6. Bug spray, fly swatters, flypaper, bug zappers, roach motels, and those little bug bombs make you break out in a cold sweat.

5. You've been taking night classes to learn the Zerg language.

4. When you watch the Aliens movies, you cry for every bug that gets shot, cheer when the humans get eaten, and experience a deep, inexplicable fury towards Sigourney Weaver.

3. You've built your own coccoon in the hopes of morphing into a Hydralisk.

2. You refer to yourself as "we" instead of "I" because you're merely an extension of the Overmind's will.

1. You've planned out a global campaign of conquest and dinner for the imminent arrival of the Zerg forces. Now, only the Terrans and Protoss sympathizers working under the identity of the dummy corporation known as "Blizzard" stand in the way of your victory.

--by Heartrender


What about the Terrans???

10. You strongly believe Bill Clinton should undergo neural resocialization.

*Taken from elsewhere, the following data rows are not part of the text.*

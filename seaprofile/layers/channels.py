"""Sound channels (deep axis and a secondary channel), critical depth, depth excess and
the sound speed at a given depth.

Each takes ``(sound_speed, depth, ..., dim="depth")``: sound speed in m/s along the last
axis (numpy, many profiles at once) or along ``dim`` (xarray, dask), depth in m, positive
down and strictly increasing; NaN values are skipped. They go through the core-dimension
dispatcher :func:`seaprofile.seawater._apply.columnwise`.
"""

from __future__ import annotations

import functools

import numpy as np
import xarray as xr

from .. import _cf
from ..seawater._apply import columnwise, pointwise
from ._common import _columns, _per_profile, _scalar, _valid_1d

__all__ = ["sound_channels", "critical_depth", "depth_excess", "speed_at"]


def sound_channels(
    sound_speed, depth=None, *, below=None, min_contrast=1.0, min_thickness=10.0, dim="depth"
):
    """Deep sound channel axis and a secondary channel, if present.

    Parameters
    ----------
    sound_speed : array_like, dask array or xarray.DataArray
        Sound speed, m/s (along the last axis / ``dim``, NaN = missing).
    depth : array_like, dask array, xarray.DataArray or None
        Depth, m, positive down, strictly increasing (None: the DataArray's ``dim``
        coordinate).
    below : float or array over the profile axes, optional
        Search only at and below this depth, m (normally the sonic layer depth; default
        or NaN: the whole profile).
    min_contrast : float
        Smallest rise of sound speed, m/s, on both sides of a minimum for it to count as
        a channel (default 1 m/s, i.e. rays within about 2 degrees of horizontal trapped).
    min_thickness : float
        Smallest thickness of the trapping region of a secondary channel, m (default 10).
    dim : str
        Vertical dimension of xarray inputs (default ``"depth"``).

    Returns
    -------
    dict or xarray.Dataset
        ``axis_depth`` (m), ``axis_speed`` (m/s), ``axis_contrast`` (m/s),
        ``secondary_depth`` (m), ``secondary_speed`` (m/s), ``secondary_contrast`` (m/s),
        ``secondary_thickness`` (m); NaN where absent. ``still_decreasing`` is True when
        the global minimum is the deepest valid sample (the axis may lie deeper). Floats
        for one numpy profile, arrays over the profile axes for many (dask arrays for
        dask input), an ``xarray.Dataset`` of these variables for DataArray input.

    Notes
    -----
    Axis: the global minimum of sound speed at or below ``below``, accepted only if sound
    speed rises by at least ``min_contrast`` both above it (up to ``below``) and below it.
    Secondary channel (our rule): among the other local minima whose topographic
    prominence (the rise of sound speed needed, on the lower side, to escape the minimum;
    scipy.signal.find_peaks on -c) is at least ``min_contrast`` and whose trapping region
    (the width of the well at that rise) is at least ``min_thickness`` thick, the most
    prominent one. One numpy profile at a time (a loop over profiles, not samples).
    """
    columns, dim = _columns("sound_speed", sound_speed, depth, dim)
    func = functools.partial(_channels_1d, float(min_contrast), float(min_thickness))
    outputs = [(k, _CHANNEL_ATTRS[k]) for k in _CHANNEL_KEYS]
    out = columnwise(
        lambda c, z, b: _per_profile(func, _CHANNEL_DTYPES, [c, z], [b]),
        columns,
        dim=dim,
        params=[("below", np.nan if below is None else below)],
        outputs=outputs,
        dtypes=_CHANNEL_DTYPES,
    )
    if isinstance(out[0], xr.DataArray):
        return xr.Dataset(dict(zip(_CHANNEL_KEYS, out)))
    return dict(zip(_CHANNEL_KEYS, out))


_CHANNEL_KEYS = (
    "axis_depth",
    "axis_speed",
    "axis_contrast",
    "secondary_depth",
    "secondary_speed",
    "secondary_contrast",
    "secondary_thickness",
    "still_decreasing",
)
_CHANNEL_DTYPES = [np.float64] * 7 + [np.bool_]
_CHANNEL_ATTRS = {
    "axis_depth": {"long_name": "deep sound channel axis depth", "units": "m"},
    "axis_speed": _cf.attrs_for("sound_speed", long_name="sound speed on the channel axis"),
    "axis_contrast": {
        "long_name": "rise of sound speed needed to escape the channel",
        "units": "m s-1",
    },
    "secondary_depth": {"long_name": "secondary sound channel depth", "units": "m"},
    "secondary_speed": _cf.attrs_for(
        "sound_speed", long_name="sound speed on the secondary channel"
    ),
    "secondary_contrast": {
        "long_name": "sound speed rise bounding the secondary channel",
        "units": "m s-1",
    },
    "secondary_thickness": {
        "long_name": "thickness of the secondary channel's trapping region",
        "units": "m",
    },
    "still_decreasing": {
        "long_name": "sound speed still decreases at the deepest valid "
        "sample (the axis may lie deeper)",
        "units": "1",
    },
}


def _channels_1d(min_contrast, min_thickness, sound_speed, depth, below):
    z, c = _valid_1d(depth, sound_speed)
    nan = float("nan")
    out = dict(
        axis_depth=nan,
        axis_speed=nan,
        axis_contrast=nan,
        secondary_depth=nan,
        secondary_speed=nan,
        secondary_contrast=nan,
        secondary_thickness=nan,
        still_decreasing=False,
    )
    if np.isfinite(below):
        keep = z >= below
        z, c = z[keep], c[keep]
    if z.size < 3:
        return tuple(out.values())
    i = int(np.argmin(c))
    if i == z.size - 1:
        out["still_decreasing"] = True
    contrast = min(c[: i + 1].max(), c[i:].max()) - c[i]
    axis = None
    if 0 < i < z.size - 1 and contrast >= min_contrast:
        axis = i
        out.update(axis_depth=float(z[i]), axis_speed=float(c[i]), axis_contrast=float(contrast))
    from scipy.signal import find_peaks  # here, not at import: scipy.signal is slow to load

    peaks, props = find_peaks(-c, prominence=min_contrast, width=0, rel_height=1.0)
    if peaks.size:
        idx = np.arange(z.size, dtype=float)
        top = np.interp(props["left_ips"], idx, z)
        bottom = np.interp(props["right_ips"], idx, z)
        thick = bottom - top
        ok = (thick >= min_thickness) & (peaks != (axis if axis is not None else -1))
        if axis is not None:  # the same well as the axis (a plateau) is not a second channel
            ok &= np.abs(c[peaks] - c[axis]) > 1e-9
        if ok.any():
            k = np.flatnonzero(ok)[np.argmax(props["prominences"][ok])]
            j = peaks[k]
            out.update(
                secondary_depth=float(z[j]),
                secondary_speed=float(c[j]),
                secondary_contrast=float(props["prominences"][k]),
                secondary_thickness=float(thick[k]),
            )
    return tuple(out.values())


def speed_at(sound_speed, depth, at, *, dim="depth"):
    """Sound speed at depth ``at``, m/s, by linear interpolation (NaN outside the profile).

    Parameters
    ----------
    sound_speed : array_like, dask array or xarray.DataArray
        Sound speed, m/s (along the last axis / ``dim``, NaN = missing).
    depth : array_like, dask array, xarray.DataArray or None
        Depth, m, positive down, strictly increasing (None: the DataArray's ``dim``
        coordinate).
    at : array_like
        Depths to evaluate, m: any shape for one numpy profile, else one value per
        profile (broadcast over the profile axes).
    dim : str
        Vertical dimension of xarray inputs (default ``"depth"``).

    Returns
    -------
    numpy.ndarray or float, dask array or xarray.DataArray
        Sound speed, m/s (``numpy.interp`` between valid samples).
    """
    columns, dim = _columns("sound_speed", sound_speed, depth, dim)
    out = columnwise(
        lambda c, z, a: _per_profile(_speed_at_1d, [np.float64], [c, z], [a], vectorised=True),
        columns,
        dim=dim,
        params=[("at", at)],
        outputs=[("sound_speed", _cf.attrs_for("sound_speed"))],
    )
    return out[0] if isinstance(out, tuple) else out


def _speed_at_1d(sound_speed, depth, at):
    z, c = _valid_1d(depth, sound_speed)
    a = np.asarray(at, dtype=np.float64)
    if z.size == 0:
        return (_scalar(np.full(a.shape, np.nan)),)
    return (_scalar(np.interp(a, z, c, left=np.nan, right=np.nan)),)


def critical_depth(sound_speed, depth, reference_speed, axis_depth, *, dim="depth"):
    """Critical (conjugate) depth: where sound speed below the axis regains a reference, m.

    Parameters
    ----------
    sound_speed : array_like, dask array or xarray.DataArray
        Sound speed, m/s (along the last axis / ``dim``, NaN = missing).
    depth : array_like, dask array, xarray.DataArray or None
        Depth, m, positive down, strictly increasing (None: the DataArray's ``dim``
        coordinate).
    reference_speed : float or array over the profile axes
        The speed to regain, m/s: the surface speed, the sonic-layer maximum, or the
        speed at a source depth.
    axis_depth : float or array over the profile axes
        Depth of the sound channel axis, m.
    dim : str
        Vertical dimension of xarray inputs (default ``"depth"``).

    Returns
    -------
    float, numpy.ndarray, dask array or xarray.DataArray
        The shallowest depth below ``axis_depth`` where sound speed reaches
        ``reference_speed`` (linear interpolation), m; NaN when it is not reached within
        the profile or there is no axis.

    Notes
    -----
    By Snell's law a ray that is horizontal where the sound speed equals the reference
    speed turns again where the speed regains it, so this is the deepest turning depth of
    rays horizontal at the reference depth (the plain geometric definition).
    """
    columns, dim = _columns("sound_speed", sound_speed, depth, dim)
    attrs = {
        "long_name": "critical depth: below the axis, where sound speed regains the "
        "reference speed",
        "units": "m",
        "positive": "down",
    }
    out = columnwise(
        lambda c, z, r, a: _per_profile(_critical_1d, [np.float64], [c, z], [r, a]),
        columns,
        dim=dim,
        params=[("reference_speed", reference_speed), ("axis_depth", axis_depth)],
        outputs=[("critical_depth", attrs)],
    )
    return out[0] if isinstance(out, tuple) else out


def _critical_1d(sound_speed, depth, reference_speed, axis_depth):
    return (_critical_value(sound_speed, depth, reference_speed, axis_depth),)


def _critical_value(sound_speed, depth, reference_speed, axis_depth):
    z, c = _valid_1d(depth, sound_speed)
    if not (np.isfinite(axis_depth) and np.isfinite(reference_speed)):
        return float("nan")
    k = z >= axis_depth
    z, c = z[k], c[k]
    hit = np.flatnonzero(c >= reference_speed)
    if hit.size == 0:
        return float("nan")
    j = hit[0]
    if j == 0:
        return float(z[0])
    return float(z[j - 1] + (reference_speed - c[j - 1]) * (z[j] - z[j - 1]) / (c[j] - c[j - 1]))


def depth_excess(bottom_depth, critical):
    """Depth excess = bottom depth - critical depth, m (NaN when there is no critical depth).

    Parameters
    ----------
    bottom_depth : array_like, dask array or xarray.DataArray
        Sea floor depth, m.
    critical : array_like, dask array or xarray.DataArray
        Critical depth, m (NaN when not reached).

    Returns
    -------
    float, numpy.ndarray, dask array or xarray.DataArray
        Positive when the water is deeper than the critical depth (a deep sound channel
        with refracted-refracted paths), negative when the bottom is shallower; NaN where
        either is NaN. A point-wise function (bottom first, as in the definition).
    """
    attrs = {"long_name": "depth excess: bottom depth minus critical depth", "units": "m"}
    return pointwise(
        lambda b, c: _scalar(np.asarray(b - c)),
        [("bottom_depth", bottom_depth), ("critical", critical)],
        name="depth_excess",
        attrs=attrs,
    )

9. You drop out of school to join the Colonial Space Fleet.

8. You begin telling neighborhood children that Santa will be delivering gifts in a Goliath starting next Christmas.

7. You fire your construction contractor, stating that you can get the job done much faster with a few SCV's.

6. You wrap yourself in aluminum foil before going outside, claiming it has "cloaking" technology.

5. You call up your girl/boy friend at 3 in the morning to tell them you love the smell of napalm.

4. You sell your house to live in a trailer park in central Alabama.

3. You ask your eye doctor for an Ocular Upgrade.

2. You join the military in hopes of getting a lifetime supply of StimPacks.

1. You call up the Psychic Network and threaten to blast them with an EMP Shockwave unless they give you $100,000 - Or 100 Minerals and 50 Gas.